Planes, Beans and Automobiles: Targets for China in a Trade War
(Bloomberg) -- American planes, soybeans and automobiles would be prime targets in an all-out trade war with China, if export data are any indication.
The U.S. ran a $375 billion merchandise trade deficit with China in 2017, more than three times the size of the bilateral shortfall 15 years earlier. President Donald Trump has seized on the ballooning deficit figures to push Beijing to level the playing field for American businesses.
But his proposal to levy tariffs on as much as $150 billion in Chinese imports has disturbed the business community and rattled financial markets. The International Monetary Fund has warned that escalating trade tensions could undermine the broadest global upswing in years.
China has threatened to respond with its own tariffs. Hoping to break the impasse, the president this week dispatched top economic advisers including Treasury Secretary Steven Mnuchin for talks with Chinese officials in Beijing.
The data for trade in goods suggest China’s ability to retaliate is limited, because it imports far less from U.S. producers than it exports. That doesn’t mean Beijing won’t pursue other means of retaliation that could prove damaging to America’s companies and economy.
The value of U.S. merchandise shipped to China totaled $130.4 billion last year. Commercial aircraft was the biggest export at $16.3 billion, followed by soybeans at $12.4 billion and passenger cars at $10.5 billion. Semiconductors and industrial machines rounded out the top five.
The top five categories of U.S. exports to China represented almost 40 percent of the value of American shipments to the world’s second-largest economy in 2017. Over the last five years, the largest percentage increases in shipments from those sectors were in aircraft and auto manufacturing, indicating those industries would suffer the most if Beijing decides to drop the hammer.

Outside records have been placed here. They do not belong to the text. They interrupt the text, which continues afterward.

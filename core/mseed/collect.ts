/**
 * Assembling records into channels. The collector works in two passes over the bytes so that each
 * output sample array is allocated once, at its final size:
 *
 *   1. `scan`: the record headers of every file (given in chunks of any size) are read and checked;
 *      bad stretches are reported with their byte offset and stepped over; ASCII log text is kept.
 *   2. `plan`: per channel, records are sorted by time and laid out into segments (continuations,
 *      gaps, overlaps); each segment's sample array is allocated from the sample counts.
 *   3. `decode`: the same bytes are given again (in chunks) and every record's samples are decoded
 *      straight into their place.
 *   4. `finish`: overlapping records are compared with the data held (identical = duplicate,
 *      dropped and counted; different = a conflicting overlap, kept apart and listed) and the
 *      channels, gaps and reports are returned.
 *
 * Merge rules: a record continues a segment when its start lies within half a sample of the time
 * after the segment's last sample, its samples are of the same kind (integer / float32 / float64)
 * and its rate differs from the segment's by less than 1e-4 relative (common practice; libmseed's
 * default tolerances are the same half sample and 1e-4). A record starting more than half a sample
 * later begins a new segment after a gap. A record starting earlier overlaps: its first samples
 * (those at times already held) are compared with the held samples, and its remaining samples, if
 * any, continue the segment.
 */
import { type ChannelData, type ChannelId, type LogChannel, type Overlap, type SampleArray, type Segment, type TimeSpan, channelKey } from '../model';
import { microsFromYearDay, type Micros } from '../time';
import { decodeAscii, decodeSamples, SampleKind, sampleKindOf, capacityProblem } from './decode';
import { MiniSeedError, MSEED3_REASON } from './errors';
import {
  FIXED_HEADER_LENGTH, MAX_RECORD_LENGTH, MIN_RECORD_LENGTH, isMiniSeed3, looksLikeRecordStart, miniSeed3RecordLength,
  parseRecordHeader, type RecordHeader,
} from './header';

/** A bad record or a stretch of bytes that is not miniSEED. */
export interface RecordError { offset: number; reason: string }
/** What was found in one file. */
export interface FileReport { path: string; records: number; errors: RecordError[] }
/** Everything read from a set of files. */
export interface MiniSeedReadResult { files: FileReport[]; channels: ChannelData[]; logs: LogChannel[] }

/**
 * Bytes a chunk given to {@link MiniSeedCollector.scan} must extend past a record start (unless the
 * chunk ends the file) for the record to be read from it: the longest record plus the next header.
 */
export const SCAN_LOOKAHEAD = MAX_RECORD_LENGTH + FIXED_HEADER_LENGTH;
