/**
 * Onset refinement: from a trigger time to P and S picks with uncertainty, SNR, onset class and
 * first-motion polarity.
 *
 * P (`pickP`): Maeda's AIC (aic.ts) on the vertical in a window from `before` seconds ahead of the
 * trigger to `after` seconds past it. Give it raw or causally filtered samples: zero-phase filtering
 * moves energy ahead of the onset.
 *
 * S (`pickS`): the joint AIC of the two horizontals (sum of their AIC curves), its minimum sought only
 * where a plausible Vp/Vs puts S. With P travel time Tp, tS - tP = (Vp/Vs - 1) Tp, so for Vp/Vs in
 * [vpVsMin, vpVsMax] (default 1.5 to 2.0, spanning crustal rocks; 1.73 for a Poisson solid) and Tp in
 * [TpMin, TpMax]: S lies in [tP + (vpVsMin - 1) TpMin, tP + (vpVsMax - 1) TpMax]. Tp comes from an
 * origin-time estimate (Tp = tP - t0), from bounds the caller knows (network geometry), or else from
 * [0, maxPTravelTime]. The AIC window starts a quarter of the span (at least 0.1 s) before the range,
 * but never before the P pick, and ends just after the largest horizontal energy (N^2 + E^2) in the
 * range: the onset comes before the maximum, and a coda dying into noise later in the range would
 * otherwise be a change point as strong as S. The pick names the horizontal with the higher SNR.
 *
 * Rules (Daybreak's, documented here and in the tests):
 * - Uncertainty: lower (earlier) and upper (later) bounds on where the onset lies, in the sense of an
 *   earliest and a latest possible onset (the reading of pick uncertainty in Diehl, Kissling and
 *   Bormann, 2012, NMSOP-2 IS 11.4, from memory). Two parts:
 *   - The AIC minimum's width: the samples whose AIC lies within 2 tau of the minimum, contiguous with
 *     it, give a lower and an upper width. 2 is the usual "Delta AIC <= 2: comparable support" level
 *     (Burnham and Anderson, 2002, Model Selection and Multimodel Inference, 2nd ed., sect. 2.6 - from
 *     memory); tau is the integrated autocorrelation time of the noise ahead of the onset (aic.ts):
 *     AIC treats samples as independent, so band-limited noise makes its curve tau times too sharp.
 *     Each side is at least one sample period (the onset lies somewhere between two samples). A low
 *     SNR widens the curve by itself, so SNR enters through it. The upper uncertainty is this width.
 *   - The hidden rise: a wave's first swing grows out of the noise, and the AIC names the sample where
 *     it stands out, not where it began; the part of the rise below the noise lies before the pick and
 *     lasts longer the slower the swing rises (attenuated, distant or filtered onsets). So the lower
 *     uncertainty adds `riseP` (P) or `riseS` (S) times the first swing's length, from the pick to the
 *     swing's extreme (searched over `riseWindow`; for S on the horizontal the pick names).
 *   - The lead (below), added to the upper side: the AIC minimum itself stays a plausible onset.
 *   Daybreak's rule. The factors 1 and 2 are the smallest of a grid (steps of 0.25) under which the
 *   bounds held the generator's true onset for at least 90 % of the P and of the S picks with SNR 4-10
 *   and >= 10 on the generated nights 101 and 202 (test/support/pickingAccuracy.ts); the AIC width
 *   alone held 9-20 % of P and 1-4 % of S there. Checked apart from that choice on the held-out
 *   nights, the demo night with its regional event, and the analysts' manual picks of the real
 *   records (README, "Pick uncertainty").
 * - Lead of slow onsets: when the first swing takes longer than `impulsiveWidth` to reach its extreme
 *   (an emergent rise: attenuated, distant onsets), the pick is set `leadP` (P) or `leadS` (S) times
 *   the time from the AIC minimum to the swing's steepest step ahead of the minimum. A rise still
 *   steepening after the AIC's sample began before it, the earlier the longer it steepens; a sudden
 *   onset (steepest at once) keeps the AIC's sample. Daybreak's rule. The factors 1 (P) and 1.5 (S)
 *   are the smallest of a grid (steps of 0.25) that gave the most picks within 0.05 s (P) and 0.10 s
 *   (S), SNR >= 4, on the generated nights 101 and 202 and the generated regional events of seeds
 *   31-33 together (test/core/scan/regionalEvents.ts). Applied to every onset instead, it also moved
 *   fast local ones by whole samples, which spread their errors (P 9.7 to 14.7 ms) and cost the
 *   locations accuracy; kept to slow onsets it leaves local picks as they were and brought the demo
 *   night's regional S from a median 0.19 s to 0.04 s after the true onset.
 * - SNR: RMS in `snrSignal` seconds from the AIC minimum over RMS in `snrNoise` seconds ending at the
 *   minimum less its lower width, both about the noise window's mean.
 * - Onset: questionable when SNR < `questionableSnr`; impulsive when SNR >= `impulsiveSnr`, the AIC
 *   width (lower + upper) <= `impulsiveWidth` seconds and the first swing reaches its extreme within
 *   `impulsiveWidth` too (a sharp change that also rises fast); emergent otherwise. (Impulsive onsets
 *   read to a few hundredths of a second and emergent ones worse is common practice for local events.)
 * - Polarity (P only): the first swing is the run from the sample before the onset to the first turning
 *   point (a reversal larger than the noise RMS ends it), searched at most `polarityWindow` seconds.
 *   Positive or negative by the swing's sign when its size is at least `polarityNoise` times the noise
 *   RMS; undecidable when it is smaller (not clearly above noise) or no turning point is found.
 */
import type { SampleArray } from '../model';
import type { Micros } from '../time';
import { autocorrelationTime, jointAic, maedaAic, meanRms } from './aic';
import type { Pick, PickOnset, PickPolarity, Trace } from './types';
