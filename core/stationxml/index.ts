/** FDSN StationXML: reading, writing and matching channels to their metadata. */
export * from './types';
export { parseStationXml, parseXsDateTime } from './parse';
export { writeStationXml } from './write';
export {
  channelsOf, epochCovers, findChannel, isStateOfHealthChannel, missingMetadata,
  type DataChannel, type MissingMetadata, type MissingMetadataReport,
} from './channels';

Taking aim at America’s biggest exports risks causing political pain for the president. Aircraft maker Boeing Co. has operations across the U.S., including production facilities in South Carolina, a state Trump won in the last election. Soybeans are a major crop in states the president will be looking to hold or swing in 2020, including Minnesota, Iowa and Indiana. Trump rode to power partly due to his popularity in auto-industry states such as Ohio and Michigan.